In old (pre-Standard) C, you could call a function with any number or type of arguments, and the compiler wouldn’t complain. Everything seemed fine until you ran the program. You got mysterious results (or worse, the program crashed) with no hints as to why. The lack of help with argument passing and the enigmatic bugs that resulted is probably one reason why C was dubbed a “high-level assembly language.” Pre-Standard C programmers just adapted to it.

Standard C and C++ use a feature called function prototyping . With function prototyping, you must use a description of the types of arguments when declaring and defining a function. This description is the “prototype.” When the function is called, the compiler uses the prototype to ensure the proper arguments are passed in, and that the return value is treated correctly. If the programmer makes a mistake when calling the function, the compiler catches the mistake.

Essentially, you learned about function prototyping (without naming it as such) in the previous chapter, since the form of function declaration in C++ requires proper prototyping. In a function prototype, the argument list contains the types of arguments that must be passed to the function and (optionally for the declaration) identifiers for the arguments. The order and type of the arguments must match in the declaration, definition and function call. Here’s an example of a function prototype in a declaration:

int translate(float x, float y, float z);

You do not use the same form when declaring variables in function prototypes as you do in ordinary variable definitions. That is, you cannot say: float x, y, z . You must indicate the type of each argument. In a function declaration, the following form is also acceptable:

int translate(float, float, float);

Since the compiler doesn’t do anything but check for types when the function is called, the identifiers are only included for clarity, when someone is reading the code.

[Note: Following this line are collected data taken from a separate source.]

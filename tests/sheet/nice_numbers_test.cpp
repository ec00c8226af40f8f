#include "sheetmill/sheet/nice_numbers.hpp"

#include <catch2/catch.hpp>
#include <cmath>

#include "sheetmill/sheet/scale_bar.hpp"

using namespace sheetmill::sheet;

// Heckbert, P. (1990) "Nice numbers for graph labels", Graphics Gems I: nicenum() gives
// {1, 2, 5, 10} x 10^n; with round, fractions < 1.5 -> 1, < 3 -> 2, < 7 -> 5, else 10;
// without, the smallest nice number >= x.
TEST_CASE("Heckbert nice numbers", "[sheet]") {
  CHECK(nice_number(1.4, true) == 1);
  CHECK(nice_number(1.6, true) == 2);
  CHECK(nice_number(2.9, true) == 2);
  CHECK(nice_number(3.1, true) == 5);
  CHECK(nice_number(6.9, true) == 5);
  CHECK(nice_number(7.1, true) == 10);
  CHECK(nice_number(0.034, true) == Approx(0.05));
  CHECK(nice_number(1.01, false) == 2);
  CHECK(nice_number(2.0, false) == 2);
  CHECK(nice_number(2.01, false) == 5);
  CHECK(nice_number(5.01, false) == 10);
  CHECK(nice_number(123, false) == 200);
}

// Heckbert's loose labelling of his own example range: data 105..543 with 5 ticks:
// range = nicenum(438, false) = 500, d = nicenum(125, true) = 100, labels 100..600.
TEST_CASE("Heckbert loose labels", "[sheet]") {
  auto r = nice_range(105, 543, 5);
  CHECK(r.spacing == 100);
  CHECK(r.first == 100);
  CHECK(r.last == 600);
}

// Common practice: a 1 km grid at 1:25 000 (40 mm squares) and 1:24 000.
TEST_CASE("grid interval for the scale", "[sheet]") {
  CHECK(grid_interval_m(25000) == 1000);
  CHECK(grid_interval_m(24000) == 1000);
  CHECK(grid_interval_m(10000) == 500);
  CHECK(grid_interval_m(250000) == 10000);
}

TEST_CASE("graticule step", "[sheet]") {
  // 1 arc-minute of latitude ~ 1852 m = 74 mm at 1:25 000; >= 40 mm wanted -> 1'.
  double mm_per_arcsec = 1852.0 / 60 * 1000 / 25000;
  CHECK(graticule_step_arcsec(mm_per_arcsec, 40) == 60);
  CHECK(graticule_step_arcsec(mm_per_arcsec, 100) == 120);
}

// Scale bars: segment lengths are nice numbers (Heckbert 1990) and exact on paper.
TEST_CASE("scale bar plans", "[sheet]") {
  // 1:25 000, 100 mm: 2 500 m available, 2500 / 5 = 500 m -> nice 500 m; four segments of
  // exactly 500 x 1000 / 25 000 = 20 mm, plus the extension, divided in fifths (of a 5).
  auto m = plan_scale_bar(25000, 100, scale_unit("m"));
  CHECK(m.segment_units == 500);
  CHECK(m.segments == 4);
  CHECK(m.segment_mm == Approx(20.0).epsilon(1e-12));
  CHECK(m.subdivisions == 5);
  CHECK(m.total_mm() <= 100 + 1e-9);
  // 1:24 000 in feet: 2 000 ft to the inch (common practice, the 7.5' quadrangle scale).
  auto ft = plan_scale_bar(24000, 100, scale_unit("ft"));
  CHECK(ft.segment_units == 2000);
  CHECK(ft.segment_mm == Approx(25.4).epsilon(1e-12));
  // A mile is 1609.344 m (international mile); at 1:63 360 it is one inch.
  auto mi = plan_scale_bar(63360, 130, scale_unit("mi"));
  CHECK(mi.segment_units * 1609.344 * 1000 / 63360 == Approx(mi.segment_mm));
  CHECK(mi.segment_units == 1);
  CHECK(mi.segment_mm == Approx(25.4).epsilon(1e-12));
  CHECK(representative_fraction(25000) == "1:25 000");
  CHECK(representative_fraction(1000000) == "1:1 000 000");
  CHECK(representative_fraction(5000) == "1:5000");
}
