#pragma once
// Checks for command-line values, worded the way the rest of sheetmill words its errors:
// "--dpi: expected a resolution from 20 to 1200 dots per inch, got "5"". Each check runs on the
// text before CLI11 converts it, so a value that is not a number gets the same sentence.

#include <CLI/CLI.hpp>
#include <initializer_list>
#include <string>

namespace sheetmill::app {

// A number from lo to hi inclusive; `what` names it with its unit, e.g.
// "a resolution from 20 to 1200 dots per inch" is built from what = "a resolution",
// unit = "dots per inch".
CLI::Validator number_from(double lo, double hi, const std::string& what, const std::string& unit);
// A number greater than zero.
CLI::Validator positive_number(const std::string& what);
// A whole number of at least `lo`.
CLI::Validator whole_number_from(long lo, const std::string& what);
// One of the listed words.
CLI::Validator one_of(std::initializer_list<const char*> words);
// A scale: "1:25000", "1:25 000" or "25000".
CLI::Validator scale_text();

// The one line printed for a command line that cannot be used, in our own words; `command` is
// the subcommand's name (empty for the top level), used to point at its --help.
std::string describe_parse_error(const CLI::ParseError& e, const std::string& command);

}  // namespace sheetmill::app
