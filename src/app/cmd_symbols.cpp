// `sheetmill symbols STYLE -o sheet.pdf`: the style's symbol sheet, every rule as a captioned
// swatch at print size (draw/symbol_sheet.hpp).
#include <memory>

#include "app/commands.hpp"
#include "sheetmill/core/file_format.hpp"
#include "sheetmill/core/log.hpp"
#include "sheetmill/draw/symbol_sheet.hpp"
#include "sheetmill/style/style.hpp"
#include "sheetmill/text/font.hpp"

namespace sheetmill::app {

void add_symbols_command(CLI::App& app, Action& action, const GlobalOptions&) {
  struct Args {
    std::string style;
    std::string output;
  };
  auto args = std::make_shared<Args>();
  CLI::App* cmd = app.add_subcommand(
      "symbols", "Print a style's symbol sheet: every rule as a swatch at print size, to PDF");
  cmd->add_option("style", args->style, "Style file (YAML)")->required()->type_name("FILE");
  cmd->add_option("-o,--output", args->output, "Output file (.pdf)")->required()->type_name("FILE");
  cmd->callback([args, &action] {
    action = [args] {
      file_format_for(args->output, {FileFormat::pdf});
      style::Style style = style::load_style(args->style);
      text::FontCache fonts;
      draw::write_symbol_sheet_pdf(args->output, style, fonts);
      log::info("symbols: wrote {}", args->output);
      return 0;
    };
  });
}

}  // namespace sheetmill::app
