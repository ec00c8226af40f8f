// The scale bar and the north diagram as drawn: their geometry read back from a Cairo SVG
// recording (tests/sheet/svg_paths) and compared with the exact scale and with north values from
// PROJ and the WMM.
#include <catch2/catch.hpp>
#include <cmath>
#include <filesystem>

#include "sheetmill/core/units.hpp"
#include "sheetmill/geomag/model.hpp"
#include "sheetmill/sheet/layout.hpp"
#include "sheetmill/sheet/north_diagram.hpp"
#include "sheetmill/sheet/scale_bar.hpp"
#include "sheetmill/sheet/sheet_info.hpp"
#include "support/test_env.hpp"
#include "svg_paths.hpp"

using namespace sheetmill;
using namespace sheetmill::sheet;

namespace {

struct Rect {
  Box box;
  bool filled = false;
};

// The bar's segments: closed axis-aligned four-corner paths, by row (top y) then x.
std::vector<std::vector<Rect>> bar_rows(const std::vector<test::SvgPath>& paths) {
  std::vector<Rect> rects;
  for (const auto& p : paths) {
    for (const auto& sp : p.subpaths) {
      if (sp.size() != 4 || p.has_curves) continue;
      bool axis_aligned = true;
      for (std::size_t i = 0; i < 4; ++i) {
        Point a = sp[i], b = sp[(i + 1) % 4];
        axis_aligned = axis_aligned && (std::abs(a.x - b.x) < 1e-3 || std::abs(a.y - b.y) < 1e-3);
      }
      if (!axis_aligned) continue;
      Box b;
      for (Point q : sp) b.add(q);
      if (b.height() < 1 || b.height() > 2) continue;  // the bar is 1.6 mm tall
      rects.push_back({b, p.filled});
    }
  }
  std::sort(rects.begin(), rects.end(), [](const Rect& a, const Rect& b) {
    return std::abs(a.box.min_y - b.box.min_y) > 0.01 ? a.box.min_y < b.box.min_y
                                                      : a.box.min_x < b.box.min_x;
  });
  std::vector<std::vector<Rect>> rows;
  for (const auto& r : rects) {
    if (rows.empty() || std::abs(rows.back().front().box.min_y - r.box.min_y) > 0.01)
      rows.emplace_back();
    rows.back().push_back(r);
  }
  return rows;
}

// Metres per unit by definition: the international foot is 0.3048 m exactly and the mile
// 5280 ft = 1609.344 m (1959 international yard and pound agreement).
double metres_per(const std::string& unit) {
  return unit == "ft" ? 0.3048 : unit == "mi" ? 1609.344 : 1.0;
}

}  // namespace

// The definition of scale: L ground metres are L x 1000 / N mm at 1:N. Every segment edge of
// the drawn bar stands at the ground distance its figure states, within 0.1 mm.
TEST_CASE("scale bar segment edges at their ground distance", "[sheet][scale_bar]") {
  test::TempDir dir("scale_bar_geometry");
  style::Style style;
  text::FontCache fonts;
  const Box box = Box::of(10, 10, 310, 40);  // a band under a 300 mm frame
  for (double N : {10000.0, 24000.0, 25000.0, 50000.0, 63360.0, 250000.0}) {
    for (const std::string unit : {"m", "ft", "mi"}) {
      INFO("1:" << N << " in " << unit);
      auto paths = test::drawn_paths(
          320, 50, [&](cairo_t* cr) { draw_scale_panel(cr, box, N, {unit}, style, fonts); },
          (dir / "bar.svg").string());
      // What the bar states: its figures come from this plan.
      auto plan = plan_scale_bar(N, scale_bar_room_mm(box.width()), scale_unit(unit));
      auto rows = bar_rows(paths);
      REQUIRE(rows.size() == 1);
      const auto& r = rows.front();
      REQUIRE(r.size() == static_cast<std::size_t>(plan.subdivisions + plan.segments));
      double seg_mm = plan.segment_units * metres_per(unit) * 1000.0 / N;
      double zero = r[plan.subdivisions].box.min_x;
      for (int i = 0; i < plan.segments; ++i) {
        const Box& b = r[plan.subdivisions + i].box;
        CHECK(b.min_x - zero == Approx(i * seg_mm).margin(0.1));
        CHECK(b.max_x - zero == Approx((i + 1) * seg_mm).margin(0.1));
      }
      for (int j = 0; j < plan.subdivisions; ++j) {
        const Box& b = r[j].box;
        CHECK(zero - b.min_x ==
              Approx(seg_mm * (plan.subdivisions - j) / plan.subdivisions).margin(0.1));
      }
      // A visible zero: the pieces either side of 0 differ, and every piece alternates.
      CHECK(r[plan.subdivisions - 1].filled != r[plan.subdivisions].filled);
      for (std::size_t k = 1; k < r.size(); ++k) {
        if (static_cast<int>(k) == plan.subdivisions) continue;
        CHECK(r[k].filled != r[k - 1].filled);
      }
    }
  }
}

// Common practice (our own reading of field sheets): at 1:25 000 a bar of several kilometres.
TEST_CASE("scale bar length suits the scale", "[sheet][scale_bar]") {
  auto m = plan_scale_bar(25000, scale_bar_room_mm(300), scale_unit("m"));
  CHECK(m.segment_units * m.segments >= 3000);
  auto small = plan_scale_bar(250000, scale_bar_room_mm(300), scale_unit("m"));
  CHECK(small.segment_units * small.segments >= 20000);
  // Feet heights bring an imperial bar; at 1:25 000 in 160 mm (4 km, 2.49 mi) two whole miles
  // fit, at 1:10 000 (1.6 km, 0.99 mi) they do not.
  CHECK(scale_bar_units({}, 1.0, 25000, 160) == std::vector<std::string>{"m"});
  CHECK(scale_bar_units({}, kMetresPerFoot, 25000, 160) == std::vector<std::string>{"m", "mi"});
  CHECK(scale_bar_units({}, kMetresPerFoot, 10000, 160) == std::vector<std::string>{"m", "ft"});
  CHECK(scale_bar_units({"m", "ft"}, 1.0, 25000, 160) == std::vector<std::string>{"m", "ft"});
}

TEST_CASE("metric and feet bars share one zero", "[sheet][scale_bar]") {
  test::TempDir dir("scale_bar_two");
  style::Style style;
  text::FontCache fonts;
  const Box box = Box::of(10, 10, 310, 40);
  auto paths = test::drawn_paths(
      320, 50,
      [&](cairo_t* cr) {
        draw_scale_panel(cr, box, 24000, {"m", "ft"}, style, fonts);
      },
      (dir / "bars.svg").string());
  auto rows = bar_rows(paths);
  REQUIRE(rows.size() == 2);
  auto pm = plan_scale_bar(24000, scale_bar_room_mm(box.width()), scale_unit("m"));
  auto pf = plan_scale_bar(24000, scale_bar_room_mm(box.width()), scale_unit("ft"));
  double zero_m = rows[0][pm.subdivisions].box.min_x;
  double zero_f = rows[1][pf.subdivisions].box.min_x;
  CHECK(zero_m == Approx(zero_f).margin(0.01));
  // 2 000 ft is one inch at 1:24 000 (common practice, the 7.5-minute quadrangle scale).
  CHECK(pf.segment_units * 0.3048 * 1000 / 24000 ==
        Approx(rows[1][pf.subdivisions].box.width()).margin(0.1));
}

namespace {

// The three lines of the drawn north diagram, clockwise from page up: grid, true, magnetic (in
// the order they are drawn: two-point stroked paths from one base).
std::vector<double> drawn_north_deg(const NorthInfo& n, const test::TempDir& dir) {
  style::Style style;
  style.furniture.ink = {0, 0, 0, 1};
  style.furniture.accent = {0.7, 0.1, 0.1, 1};
  text::FontCache fonts;
  auto paths = test::drawn_paths(
      100, 60, [&](cairo_t* cr) { draw_north_diagram(cr, Box::of(0, 0, 90, 50), n, style, fonts); },
      (dir / "north.svg").string());
  std::vector<double> out;
  for (const auto& p : paths) {
    if (p.filled || !p.stroked || p.subpaths.size() != 1 || p.subpaths[0].size() != 2) continue;
    Point a = p.subpaths[0][0], b = p.subpaths[0][1];
    out.push_back(std::atan2(b.x - a.x, a.y - b.y) / kDegToRad);
  }
  return out;
}

int sign(double v, double eps = 1e-9) {
  return v > eps ? 1 : v < -eps ? -1 : 0;
}

}  // namespace

// True values from PROJ (grid convergence at the sheet centre) and from the WMM file or the
// project's stated declination; the drawing must keep every line on its true side of grid north
// and of each other, and keep lines that differ at least 10 degrees apart.
TEST_CASE("north diagram keeps order and sign of the true angles", "[sheet][north]") {
  test::TempDir dir("north_geometry");
  auto wmm = test::shared_dir() / "data" / "wmm" / "WMM2025.COF";
  struct Case {
    std::string crs;
    Box extent;
    std::optional<double> declination;  // stated; otherwise from the WMM
  };
  std::vector<Case> cases = {
      {"EPSG:32633", Box::of(500000, 5200000, 510000, 5208000), std::nullopt},
      {"EPSG:32632", Box::of(476000, 5193000, 486000, 5201000), std::nullopt},
      {"EPSG:32617", Box::of(300000, 4500000, 310000, 4508000), std::nullopt},
      {"EPSG:32633", Box::of(500000, 5200000, 510000, 5208000), 0.0},
      // Stated declinations (the demo's 3.1 E; a west value), so the test runs without the file.
      {"EPSG:32632", Box::of(476000, 5193000, 486000, 5201000), 3.1},
      {"EPSG:32617", Box::of(300000, 4500000, 310000, 4508000), -9.5},
  };
  for (const auto& c : cases) {
    project::Project p;
    p.crs = c.crs;
    p.scale = 25000;
    p.paper = {"A1", 841, 594};
    p.extent.box = c.extent;
    p.magnetic.date = "2026-06-01";
    if (c.declination) {
      p.magnetic.declination_deg = c.declination;
    } else {
      if (!std::filesystem::exists(wmm)) {
        WARN("WMM2025.COF not found; skipped");
        continue;
      }
      p.magnetic.model_file = wmm.string();
    }
    style::Style style;
    auto L = compute_layout(p, style, std::nullopt);
    NorthInfo base = describe_sheet(p, L).north;
    // The true values, then the same sheet with declinations just beside convergence, where
    // magnetic and true north nearly coincide and grid north lies between or outside them.
    for (double offset : {999.0, 0.004, -0.004, 0.0}) {
      NorthInfo n = base;
      if (offset != 999.0) n.declination_deg = n.grid_convergence_deg + offset;
      double t = -n.grid_convergence_deg, m = *n.grid_magnetic_angle_deg();
      INFO(c.crs << " convergence " << n.grid_convergence_deg << " declination "
                 << *n.declination_deg);
      auto d = drawn_north_deg(n, dir);
      REQUIRE(d.size() == 3);
      CHECK(d[0] == Approx(0).margin(0.01));  // grid north straight up
      CHECK(sign(d[1], 0.01) == sign(t));
      CHECK(sign(d[2], 0.01) == sign(m));
      CHECK(sign(d[2] - d[1], 0.01) == sign(m - t));
      if (sign(t) != 0) CHECK(std::abs(d[1]) >= 10 - 0.01);
      if (sign(m) != 0) CHECK(std::abs(d[2]) >= 10 - 0.01);
      if (sign(m - t) != 0) CHECK(std::abs(d[2] - d[1]) >= 10 - 0.01);
    }
  }
}
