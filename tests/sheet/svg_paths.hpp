#pragma once
// Reads back the geometry Cairo drew: a scene is drawn on a Cairo SVG surface (in page mm under
// a scale to points) and every <path> is returned with its points in page millimetres and
// whether it was filled and stroked. Only what the furniture draws is understood: M, L and Z
// commands (no curves), and the surface's own mm-to-pt matrix.

#include <cairo.h>

#include <functional>
#include <string>
#include <vector>

#include "sheetmill/core/geometry.hpp"

namespace sheetmill::test {

struct SvgPath {
  std::vector<std::vector<Point>> subpaths;  // page mm
  bool filled = false;
  bool stroked = false;
  std::string fill_colour;    // "rgb(..)" as Cairo writes it; empty without fill
  std::string stroke_colour;  // likewise
  bool has_curves = false;    // a C command appeared (its points are not read)
};

// Draws `scene` (a context in page mm) on a w x h mm SVG surface and reads back its paths.
std::vector<SvgPath> drawn_paths(double width_mm, double height_mm,
                                 const std::function<void(cairo_t*)>& scene,
                                 const std::string& svg_file);

}  // namespace sheetmill::test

In the function definition, names are required because the arguments are referenced inside the function:

int translate(float x, float y, float z) {
  x = y = z;
  // ...
}

It turns out this rule only applies to C. In C++, an argument may be unnamed in the argument list of the function definition. Since it is unnamed, you cannot use it in the function body, of course. The reason unnamed arguments are allowed is to give the programmer a way to “reserve space in the argument list.” Whoever uses the function must still call the function with the proper arguments. However, the person creating the function can then use the argument in the future without forcing modification of code that calls the function. This option of ignoring an argument in the list is also possible if you leave the name in, but you will get an obnoxious warning message about the value being unused every time you compile the function. The warning is eliminated if you remove the name.

C and C++ have two other ways to declare an argument list. If you have an empty argument list you can declare it as func( ) in C++, which tells the compiler there are exactly zero arguments. You should be aware that this only means an empty argument list in C++. In C it means “an indeterminate number of arguments (which is a “hole” in C since it disables type checking in that case). In both C and C++, the declaration func(void); means an empty argument list. The void keyword means “nothing” in this case (it can also mean “no type” in the case of pointers, as you’ll see later in this chapter).

The other option for argument lists occurs when you don’t know how many arguments or what type of arguments you will have; this is called a variable argument list. This “uncertain argument list” is represented by ellipses ( ...). Defining a function with a variable argument list is significantly more complicated than defining a regular function. You can use a variable argument list for a function that has a fixed set of arguments if (for some reason) you want to disable the error checks of function prototyping. Because of this, you should restrict your use of variable argument lists to C, and avoid them in C++ (where, as you’ll learn, there are much better alternatives). Handling variable argument lists is described in the library section of your local C guide.

Function return values

A C++ function prototype must specify the return value type of the function (in C, if you leave off the return value type it defaults to int). The return type specification precedes the function name. To specify that no value is returned, use the void keyword. This will generate an error if you try to return a value from the function. Here are some complete function prototypes:

int f1(void); // Returns an int, takes no arguments
int f2(); // Like f1() in C++ but not in Standard C!
float f3(float, int, char, double); // Returns a float
void f4(void); // Takes no arguments, returns nothing 

To return a value from a function, you use the return statement. return exits the function, back to the point right after the function call. If return has an argument, that argument becomes the return value of the function. If a function says that it will return a particular type, then each return statement must return that type. You can have more than one return statement in a function definition:

//: C03:Return.cpp
// Use of "return"
#include <iostream>
using namespace std;

char cfunc(const int i) {
  if(i == 0)
    return 'a';
  if(i == 1)
    return 'g';
  if(i == 5)
    return 'z';
  return 'c';
}

int main() {
  cout << "type an integer: ";
  int val;
  cin >> val;
  cout << cfunc(val) << endl;
} ///:~ 

In cfunc( ), the first if that evaluates to true exits the function via the return statement. Notice that a function declaration is not necessary because the function definition appears before it is used in main( ), so the compiler knows about it from that function definition.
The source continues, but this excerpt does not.